Ayato cały czas mnie obserwował, nie czułam się z tym za dobrze.. chciałam się po drugie przebrać!

- Ayato, mógłbyś wyjść? Chce się przebrać - rzekłam i odwróciłam się w stronę chłopaka, Ayato zeskanował mnie wzrokiem co też mi się nie spodobało

- Czego się niby wstydzisz? I tak jesteś płaska jak deska, więc nie rozumiem - zacisnęłam rękę w pięść, on musi być taki wkurwiający?

- Nie mam ochoty słuchać zdania jakiegoś pieprzonego kutasa - prychnęłam pod nosem - A teraz wyjdź

Nudziło mnie już to, że muszę cały czas któregoś z nich wyganiać z tego pokoju.. to jest męczące.

- Nie potrafisz się bawić deskooo... - ostatnie słowo Ayato przeciągnął i ruszył się w końcu z mojego łóżka

Jak nie Laito to on, nie wiem czy nie mają lepszych zajęć.. czy po prostu aż tak nudzi im się w tym życiu.
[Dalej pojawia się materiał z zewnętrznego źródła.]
import { createHash } from 'node:crypto';
import { Injectable } from '@nestjs/common';
import { InjectThrottlerStorage, type ThrottlerStorage } from '@nestjs/throttler';
import { TooMany } from '../platform/errors/refusal.js';

/** Attempts in a minute. Generous to a hospital behind one address, far too few for guessing. */
export const attemptsAMinute = {
  /** Signing in with one e-mail from one address, since it last succeeded. */
  account: 10,
  /** Signing in with one e-mail from anywhere, since it last succeeded: guesses may come from many addresses. */
  anywhere: 60,
  /** Signing in from one address, with any e-mail. */
  address: 120,
  /** Giving one's password again, since it was last right. */
  confirmation: 10,
} as const;

const minuteMs = 60_000;

/** Counts attempts at passwords. */
@Injectable()
export class AttemptLimits {
  /** How often each count was started anew, and when last; part of the key, because the storage cannot forget. */
  private readonly fresh = new Map<string, { times: number; at: number }>();

  constructor(@InjectThrottlerStorage() private readonly storage: ThrottlerStorage) {}

  /**
   * Counts one attempt.
   * @throws TooMany once the minute's attempts are used up
   */
  async take(kind: keyof typeof attemptsAMinute, of: string): Promise<void> {
    const key = keyOf(kind, of);
    const { isBlocked, timeToBlockExpire } = await this.storage.increment(
      `${key} ${String(this.fresh.get(key)?.times ?? 0)}`,
      minuteMs,
      attemptsAMinute[kind],
      minuteMs,
      kind,
    );
    if (isBlocked) throw new TooMany(Math.max(1, timeToBlockExpire));
  }

  /** Starts the count anew, after the right password. */
  succeeded(kind: 'account' | 'anywhere' | 'confirmation', of: string): void {
    const key = keyOf(kind, of);
    const now = Date.now();
    const times = (this.fresh.get(key)?.times ?? 0) + 1;
    // Moved to the end, so that the oldest stand first.
    this.fresh.delete(key);
    this.fresh.set(key, { times, at: now });
    this.forgetOld(now);
  }

  /** What was counted before an old start is over by itself. */
  private forgetOld(now: number): void {
    for (const [key, { at }] of this.fresh) {
      if (now - at < 2 * minuteMs) return;
      this.fresh.delete(key);
    }
  }
}

/** What people type is not kept readable, not even in memory. */
const keyOf = (kind: string, of: string): string =>
  createHash('sha256').update(`${kind} ${of}`).digest('hex');
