/** The tables of this domain. */
export const peopleEntities: (new () => object)[] = [];
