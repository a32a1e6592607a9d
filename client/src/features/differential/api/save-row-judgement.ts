import { useMutation, useQueryClient } from '@tanstack/react-query';
import { type JudgeFinding, savedJudgementSchema } from '@weighhouse/shared/contracts/judgements';
import { isApiError, put } from '../../../lib/api';
import { refreshDifferential, takeOwnVersion } from './refresh-differential';

/** Saves one's own likelihoods of a row as a new version; every cell null takes the row's judgement back. */
export function useSaveRowJudgement(caseId: string) {
  const client = useQueryClient();
  return useMutation({
    mutationFn: ({ findingId, ...body }: JudgeFinding & { findingId: string }) =>
      put(`/api/cases/${caseId}/judgement/findings/${findingId}`, savedJudgementSchema, body),
    onSuccess: ({ version }) => {
      takeOwnVersion(client, caseId, version);
      return refreshDifferential(client, caseId);
    },
    // What is new has to be on the screen before anybody can choose.
    onError: (error) => (isApiError(error, 'stale') ? refreshDifferential(client, caseId) : undefined),
  });
}
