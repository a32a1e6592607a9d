import { useMutation, useQueryClient } from '@tanstack/react-query';
import {
  type ChangePerson,
  type InvitePerson,
  type Person,
  personSchema,
} from '@weighhouse/shared/contracts/people';
import { isApiError, patch, post } from '../../../lib/api';

const change = (id: string, input: ChangePerson) => patch(`/api/people/${id}`, personSchema, input);

/**
 * Lets a person in or shuts them out. What else changed about them meanwhile makes no difference to that, so a stale
 * version is answered by a second try upon the newest one.
 */
async function setActive({ person, active }: { person: Person; active: boolean }): Promise<Person> {
  try {
    return await change(person.id, { version: person.version, active });
  } catch (error) {
    const newest = isApiError(error, 'stale') ? personSchema.safeParse(error.current).data : undefined;
    if (!newest) throw error;
    return change(person.id, { version: newest.version, active });
  }
}

/** Inviting, changing and inviting again; the lists of people are read anew afterwards. */
export function useChangePeople() {
  const client = useQueryClient();
  // Also after a refusal: somebody else may have changed the person meanwhile.
  const onSettled = () => client.invalidateQueries({ queryKey: ['people'] });
  return {
    invite: useMutation({
      mutationFn: (person: InvitePerson) => post('/api/people', personSchema, person),
      onSettled,
    }),
    change: useMutation({
      mutationFn: ({ id, ...input }: ChangePerson & { id: string }) => change(id, input),
      onSettled,
    }),
    setActive: useMutation({ mutationFn: setActive, onSettled }),
    inviteAgain: useMutation({
      mutationFn: (id: string) => post(`/api/people/${id}/invite`, personSchema),
      onSettled,
    }),
  };
}
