import { useMutation, useQuery, useQueryClient } from '@tanstack/react-query';
import { centreListSchema, centreSchema } from '@weighhouse/shared/contracts/people';
import { get, post } from '../../../lib/api';

export const useCentres = () =>
  useQuery({
    queryKey: ['centres'],
    queryFn: ({ signal }) => get('/api/centres', centreListSchema, signal),
  });

export function useAddCentre() {
  const client = useQueryClient();
  return useMutation({
    mutationFn: (centre: { code: string; name: string }) => post('/api/centres', centreSchema, centre),
    onSuccess: () => client.invalidateQueries({ queryKey: ['centres'] }),
  });
}
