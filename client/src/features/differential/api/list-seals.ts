import { queryOptions, useQuery } from '@tanstack/react-query';
import { sealListSchema } from '@weighhouse/shared/contracts/rounds';
import { get } from '../../../lib/api';

export const sealsQuery = (caseId: string) =>
  queryOptions({
    queryKey: ['case', caseId, 'seals'],
    queryFn: ({ signal }) => get(`/api/cases/${caseId}/seals`, sealListSchema, signal),
  });

export const useSeals = (caseId: string) => useQuery(sealsQuery(caseId));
Niech się w końcu zajmą czymś pożytecznym, a nie.. będą kurwa dupę zawracać.

Zignorowałam go i poszłam na balkon, nie będę się przy nim przebierała.. jeszcze niewiadomo co by mu do głowy strzeliło, a sprawdzać nie chce. Skoro Laito to jego biologiczny brat to muszą być chociaż trochę podobni.. prawda?
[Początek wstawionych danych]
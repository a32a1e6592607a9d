import { emailSchema } from '@weighhouse/shared/contracts/people';
import { lineSchema } from '@weighhouse/shared/contracts/common';
import type { EntityManager } from 'typeorm';
import { z } from 'zod';
import { CentreRow } from './centre.entity.js';
import { insertCentre } from './centres.service.js';
import type { PersonRegister } from './person-register.js';

/** What the command line gives. */
export const firstAdministratorSchema = z.object({
  email: emailSchema,
  name: lineSchema(120),
  /** The code or the name of a centre; made when there is none like it. */
  centre: lineSchema(120).optional(),
});
export type FirstAdministrator = z.infer<typeof firstAdministratorSchema>;

const specialty = 'Administration';

/**
 * Adds an administrator from the command line.
 * @returns the token of the single-use link
 * @throws Refusal duplicate when the e-mail is taken
 */
export async function addAdministrator(
  em: EntityManager,
  register: PersonRegister,
  input: FirstAdministrator,
  now: Date,
): Promise<string> {
  const centreId = await centreFor(em, input.centre, now);
  const { token } = await register.add(
    em,
    { email: input.email, name: input.name, specialty, centreId, roles: ['administrator'] },
    null,
  );
  return token;
}

async function centreFor(em: EntityManager, named: string | undefined, now: Date): Promise<string> {
  const centres = await em.find(CentreRow, { order: { createdAt: 'ASC' } });
  const wanted = named?.toLowerCase();
  const found = centres.find(
    (centre) =>
      wanted === undefined || [centre.code, centre.name].some((text) => text.toLowerCase() === wanted),
  );
  if (found) return found.id;
  const name = named ?? 'Main centre';
  const made = await insertCentre(
    em,
    {
      code: codeFor(
        name,
        centres.map((centre) => centre.code),
      ),
      name,
    },
    now,
  );
  return made.id;
}

/** A short name from the initials of the long one, with a figure where it is taken. */
export function codeFor(name: string, taken: readonly string[]): string {
  const words = name.toUpperCase().match(/[\p{L}\p{N}]+/gu) ?? [];
  const initials =
    words.length > 1 ? words.map((word) => Array.from(word)[0]).join('') : (words[0] ?? 'CENTRE');
  const code = Array.from(initials).slice(0, 6).join('');
  const isTaken = (text: string) => taken.some((other) => other.toUpperCase() === text);
  if (!isTaken(code)) return code;
  for (let figure = 2; ; figure += 1) {
    if (!isTaken(`${code}${String(figure)}`)) return `${code}${String(figure)}`;
  }
}
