import { useMutation } from '@tanstack/react-query';
import { errorFrom } from '../../../lib/api';
import { offlineError } from '../../../lib/api-error';

export type ExportFormat = 'pdf' | 'letter' | 'fhir' | 'panel';
const endings: Record<ExportFormat, string> = { pdf: 'pdf', letter: 'pdf', fhir: 'json', panel: 'json' };

/** Fetches an export and hands it to the browser as a file, so that a refusal stays on this page. */
async function downloadExport(caseId: string, number: string, format: ExportFormat): Promise<void> {
  const response = await fetch(`/api/cases/${caseId}/export?format=${format}`, {
    credentials: 'same-origin',
  }).catch(() => {
    throw offlineError();
  });
  if (!response.ok) throw errorFrom(response.status, await response.text(), null);
  const url = URL.createObjectURL(await response.blob());
  const link = document.createElement('a');
  link.href = url;
  link.download =
    fileName(response.headers.get('content-disposition')) ?? `${number}-${format}.${endings[format]}`;
  link.click();
  // The browser reads the address after this turn.
  setTimeout(() => {
    URL.revokeObjectURL(url);
  }, 60_000);
}

function fileName(disposition: string | null): string | null {
  return /filename="?([^";]+)"?/.exec(disposition ?? '')?.[1] ?? null;
}

export const useDownloadExport = (caseId: string, number: string) =>
  useMutation({ mutationFn: (format: ExportFormat) => downloadExport(caseId, number, format) });
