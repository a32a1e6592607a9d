import { type ExecutionContext, Injectable } from '@nestjs/common';
import { AuthGuard } from '@nestjs/passport';
import { signInSchema } from '@weighhouse/shared/contracts/people';
import type { Request } from 'express';
import { DataSource } from 'typeorm';
import { AuditLog } from '../platform/audit-log/audit-log.js';
import { invalid, Refusal } from '../platform/errors/refusal.js';
import { fieldPath } from '../platform/http/validation.js';
import { AttemptLimits } from './attempt-limits.js';
import { networkOf } from './network-of.js';
import type { PersonRow } from './person.entity.js';

/** The person that a password let in, on the request. */
export interface RequestWithPerson extends Request {
  user?: PersonRow;
}

/** Lets in by e-mail and password: counts the attempt first, and writes a refused one into the trail. */
@Injectable()
export class SignInGuard extends AuthGuard('password') {
  constructor(
    private readonly limits: AttemptLimits,
    private readonly audit: AuditLog,
    private readonly source: DataSource,
  ) {
    super();
  }

  override async canActivate(context: ExecutionContext): Promise<boolean> {
    const request = context.switchToHttp().getRequest<Request>();
    const address = networkOf(request.ip ?? '');
    await this.limits.take('address', address);
    // Guards run before the validation of the body, and the strategy takes what it finds.
    const input = signInSchema.safeParse(request.body);
    if (!input.success) {
      throw invalid(
        input.error.issues.map((issue) => ({ path: fieldPath(issue.path), message: issue.message })),
      );
    }
    const account = `${address} ${input.data.email}`;
    await this.limits.take('account', account);
    await this.limits.take('anywhere', input.data.email);
    request.body = input.data;
    try {
      await super.canActivate(context);
    } catch (error) {
      if (error instanceof Refusal) await this.recordRefusal();
      throw error;
    }
    this.limits.succeeded('account', account);
    this.limits.succeeded('anywhere', input.data.email);
    return true;
  }

  override handleRequest<T>(error: unknown, person: T | false | null): T {
    if (error instanceof Error) throw error;
    if (!person) throw new Refusal('wrong-credentials', 'E-mail and password do not go together.');
    return person;
  }

  /** Not what was typed: people type passwords into the field above. */
  private recordRefusal(): Promise<void> {
    return this.audit.record(this.source.manager, {
      actorId: null,
      action: 'session.refused',
      sentence: 'refused a sign-in: e-mail and password did not go together',
    });
  }
}
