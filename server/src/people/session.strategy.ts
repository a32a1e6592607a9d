import { Inject, Injectable } from '@nestjs/common';
import { PassportStrategy } from '@nestjs/passport';
import type { Request } from 'express';
import { Strategy } from 'passport-jwt';
import { type Configuration, CONFIGURATION } from '../platform/config/configuration.js';
import type { Actor } from '../platform/http/actor.js';
import { sessionCookie } from './session-cookie.js';
import { type SessionClaims, SessionsService } from './sessions.service.js';

/** Who sends a request: the cookie's token names a session, which is looked up. */
@Injectable()
export class SessionStrategy extends PassportStrategy(Strategy, 'session') {
  constructor(
    @Inject(CONFIGURATION) configuration: Configuration,
    private readonly sessions: SessionsService,
  ) {
    super({
      jwtFromRequest: tokenOf,
      secretOrKey: configuration.SESSION_SECRET,
      algorithms: ['HS256'],
      // The session's row says when it ends.
      ignoreExpiration: true,
    });
  }

  async validate(claims: Partial<SessionClaims>): Promise<Actor | null> {
    return typeof claims.sid === 'string' ? this.sessions.actorOfSession(claims.sid) : null;
  }
}

function tokenOf(request: Request): string | null {
  const cookies = request.cookies as Record<string, unknown> | undefined;
  const token = cookies?.[sessionCookie];
  return typeof token === 'string' ? token : null;
}
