import { ThrottlerStorageService } from '@nestjs/throttler';
import { afterEach, describe, expect, it, vi } from 'vitest';
import { TooMany } from '../platform/errors/refusal.js';
import { AttemptLimits, attemptsAMinute } from './attempt-limits.js';

const limits = (): AttemptLimits => new AttemptLimits(new ThrottlerStorageService());
const takeAll = async (one: AttemptLimits, of: string): Promise<void> => {
  for (let count = 0; count < attemptsAMinute.account; count += 1) await one.take('account', of);
};

afterEach(() => {
  vi.useRealTimers();
});

describe('attempts at passwords', () => {
  it('are refused beyond the minute’s number, each account by itself', async () => {
    const one = limits();
    await takeAll(one, 'ann');
    await expect(one.take('account', 'ann')).rejects.toBeInstanceOf(TooMany);
    await expect(one.take('account', 'ben')).resolves.toBeUndefined();
    await expect(one.take('anywhere', 'ann')).resolves.toBeUndefined();
  });

  it('count anew after the right password, and after the wait that the refusal names', async () => {
    vi.useFakeTimers();
    const one = limits();
    await takeAll(one, 'ann');
    one.succeeded('account', 'ann');
    await takeAll(one, 'ann');
    const refused: unknown = await one.take('account', 'ann').catch((error: unknown) => error);
    expect(refused).toBeInstanceOf(TooMany);
    vi.advanceTimersByTime((refused as TooMany).retryAfterSeconds * 1000 + 1);
    await expect(one.take('account', 'ann')).resolves.toBeUndefined();
  });

  it('are not counted anew for somebody else’s success long ago being forgotten', async () => {
    vi.useFakeTimers();
    const one = limits();
    one.succeeded('account', 'ann');
    vi.advanceTimersByTime(10 * 60_000);
    await takeAll(one, 'ann');
    // Forgets what is old, Ann's start among it.
    one.succeeded('account', 'ben');
    await takeAll(one, 'cleo');
    await expect(one.take('account', 'cleo')).rejects.toBeInstanceOf(TooMany);
  });
});
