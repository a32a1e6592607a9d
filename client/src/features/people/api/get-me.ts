import { queryOptions, useQuery } from '@tanstack/react-query';
import { type Me, meSchema } from '@weighhouse/shared/contracts/people';
import { isApiError, request } from '../../../lib/api';
import { keepFor } from '../../../lib/kept';

/**
 * Who is signed in; null for nobody.
 * @param known somebody is on this page already: then a session that is over is waited out as for every other request,
 *   because leaving the page would lose what stands on it
 */
async function getMe(signal: AbortSignal, known: boolean): Promise<Me | null> {
  try {
    const me = await request('GET', '/api/session', { schema: meSchema, signal, wait: known });
    keepFor(me.id);
    return me;
  } catch (error) {
    if (isApiError(error) && error.status === 401 && !known) return null;
    throw error;
  }
}

const key = ['me'] as const;

export const meQuery = queryOptions({
  queryKey: key,
  queryFn: ({ client, signal }) => getMe(signal, client.getQueryData<Me | null>(key) != null),
  staleTime: 60_000,
});

export const useMe = () => useQuery(meQuery);

/** The signed-in person, inside the shell, where there always is one. */
export function useSignedIn(): Me {
  const { data } = useMe();
  if (!data) throw new Error('used outside the shell');
  return data;
}
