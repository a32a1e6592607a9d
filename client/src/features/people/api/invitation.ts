import { useMutation, useQuery } from '@tanstack/react-query';
import { doneSchema } from '@weighhouse/shared/contracts/common';
import { invitationSchema } from '@weighhouse/shared/contracts/people';
import { get, post } from '../../../lib/api';

const path = (token: string) => `/api/invitations/${encodeURIComponent(token)}`;

/** Whom a single-use link invites. */
export const useInvitation = (token: string) =>
  useQuery({
    queryKey: ['invitation', token],
    queryFn: ({ signal }) => get(path(token), invitationSchema, signal),
  });

export const useAcceptInvitation = (token: string) =>
  useMutation({ mutationFn: (password: string) => post(path(token), doneSchema, { password }) });
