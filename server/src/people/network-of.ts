import { isIP } from 'node:net';

const mapped = /^::ffff:(\d+\.\d+\.\d+\.\d+)$/i;

/**
 * What attempts from an address are counted by: the address itself, or of IPv6 its network of 64 bits, because a
 * subscriber is given at least such a network and may take a new address in it for every attempt.
 * @source RFC 4291 section 2.5.4 (interface identifiers of 64 bits), RFC 6177 (what sites are given)
 * @example networkOf('2001:db8:0:1::7') is "2001:db8:0:1::/64"; networkOf('::ffff:192.0.2.7') is "192.0.2.7"
 */
export function networkOf(address: string): string {
  const plain = address.replace(/%.*$/, '');
  const inside = mapped.exec(plain)?.[1];
  if (inside !== undefined) return inside;
  if (isIP(plain) !== 6) return plain;
  const [before = '', after] = plain.split('::');
  const groups = before === '' ? [] : before.split(':');
  const last = after === undefined || after === '' ? [] : after.split(':');
  // An IPv4 address at the end takes the room of two groups.
  const taken = groups.length + last.length + (plain.includes('.') ? 1 : 0);
  const zeros = Array.from({ length: 8 - taken }, () => '0');
  const network = [...groups, ...zeros, ...last].slice(0, 4);
  return `${network.map((group) => Number.parseInt(group, 16).toString(16)).join(':')}::/64`;
}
- Nie cierpię jak ktoś mnie ignoruje - popatrzyłam się na niego kątem oka - Wspominałem ci o tym?

- Nie pamiętam - ja go przeważnie nigdy nie słucham, więc nie mam bladego pojęcia

- Ignorantka.. jak można ignorować tak cudowną osobę? - podniosłam jedną brew ku górze i popatrzyłam się na wampira

- Pomarzyć zawsze możesz - uśmiechnęłam się cwanie, Ayato już miał odpowiedzieć gdy oboje usłyszeliśmy głośny krzyk

- Twoja siostra się tak drze? - zmarszczyłam delikatnie brwi, to na pewno nie była moja siostra...
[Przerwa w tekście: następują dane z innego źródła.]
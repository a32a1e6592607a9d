import { createHash } from 'node:crypto';
import { Injectable } from '@nestjs/common';
import { InjectThrottlerStorage, type ThrottlerStorage } from '@nestjs/throttler';
import { TooMany } from '../platform/errors/refusal.js';

/** Attempts in a minute. Generous to a hospital behind one address, far too few for guessing. */
export const attemptsAMinute = {
  /** Signing in with one e-mail from one address, since it last succeeded. */
  account: 10,
  /** Signing in from one address, with any e-mail. */
  address: 120,
  /** Giving one's password again, since it was last right. */
  confirmation: 10,
} as const;

const minuteMs = 60_000;

/** Counts attempts at passwords. */
@Injectable()
export class AttemptLimits {
  /** How often each count was started anew; part of the key, because the storage cannot forget. */
  private readonly fresh = new Map<string, number>();

  constructor(@InjectThrottlerStorage() private readonly storage: ThrottlerStorage) {}

  /**
   * Counts one attempt.
   * @throws TooMany once the minute's attempts are used up
   */
  async take(kind: keyof typeof attemptsAMinute, of: string): Promise<void> {
    const key = keyOf(kind, of);
    const { isBlocked, timeToBlockExpire } = await this.storage.increment(
      `${key} ${String(this.fresh.get(key) ?? 0)}`,
      minuteMs,
      attemptsAMinute[kind],
      minuteMs,
      kind,
    );
    if (isBlocked) throw new TooMany(Math.max(1, timeToBlockExpire));
  }

  /** Starts the count anew, after the right password. */
  succeeded(kind: 'account' | 'confirmation', of: string): void {
    const key = keyOf(kind, of);
    this.fresh.set(key, (this.fresh.get(key) ?? 0) + 1);
  }
}

/** What people type is not kept readable, not even in memory. */
const keyOf = (kind: string, of: string): string =>
  createHash('sha256').update(`${kind} ${of}`).digest('hex');
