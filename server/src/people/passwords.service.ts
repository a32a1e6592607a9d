import { Injectable } from '@nestjs/common';
import { DataSource, type EntityManager } from 'typeorm';
import { hashPassword, passwordMatches } from '../platform/crypto/passwords.js';
import { Refusal } from '../platform/errors/refusal.js';
import type { Actor } from '../platform/http/actor.js';
import { AttemptLimits } from './attempt-limits.js';
import { PersonRow } from './person.entity.js';

/** The one place that reads and writes password hashes. */
@Injectable()
export class PasswordsService {
  constructor(
    private readonly source: DataSource,
    private readonly limits: AttemptLimits,
  ) {}

  /**
   * The person with this e-mail and password. Takes the same time whoever does not get in: an unknown e-mail, a wrong
   * password, somebody deactivated or who never accepted an invitation.
   */
  async personFor(email: string, password: string): Promise<PersonRow | null> {
    const found = await this.withHash({ email });
    // The database takes é for e and leaves out what nobody sees: other spellings would each be counted as an account
    // of its own, and so let somebody guess on.
    const row = found?.email === email ? found : null;
    const matches = await passwordMatches(row?.active === true ? row.passwordHash : null, password);
    return matches ? row : null;
  }

  /**
   * Asks for the password of somebody signed in once more, before an act that binds them.
   * @throws Refusal wrong-password, or too-many after ten attempts in a minute
   */
  async confirm(actor: Pick<Actor, 'id'>, password: string): Promise<void> {
    await this.limits.take('confirmation', actor.id);
    const row = await this.withHash({ id: actor.id });
    if (!(await passwordMatches(row?.passwordHash ?? null, password))) {
      throw new Refusal('wrong-password', 'That is not your password.');
    }
    this.limits.succeeded('confirmation', actor.id);
  }

  /** Sets a password and with it accepts the invitation, if it was the first. */
  async set(em: EntityManager, personId: string, password: string): Promise<void> {
    const passwordHash = await hashPassword(password);
    await em.update(PersonRow, { id: personId }, { passwordHash, accepted: true });
  }

  private withHash(where: { id: string } | { email: string }): Promise<PersonRow | null> {
    return this.source.manager.findOne(PersonRow, {
      where,
      select: { id: true, email: true, name: true, active: true, passwordHash: true },
    });
  }
}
Ale nawet jeśli wolałam wiedzieć co jest grane, więc jak najszybciej wybiegłam z pokoju zostawiając chłopaka samego i zbiegłam po schodach. Zauważyłam po chwili nieprzytomną dziewczynę, na jej szyi była widoczna rana po ugryzieniu, a moja siostrzyczka stała blisko ciała i zakrywała usta dłońmi. Podeszłam do niej i położyłam jej rękę na ramieniu.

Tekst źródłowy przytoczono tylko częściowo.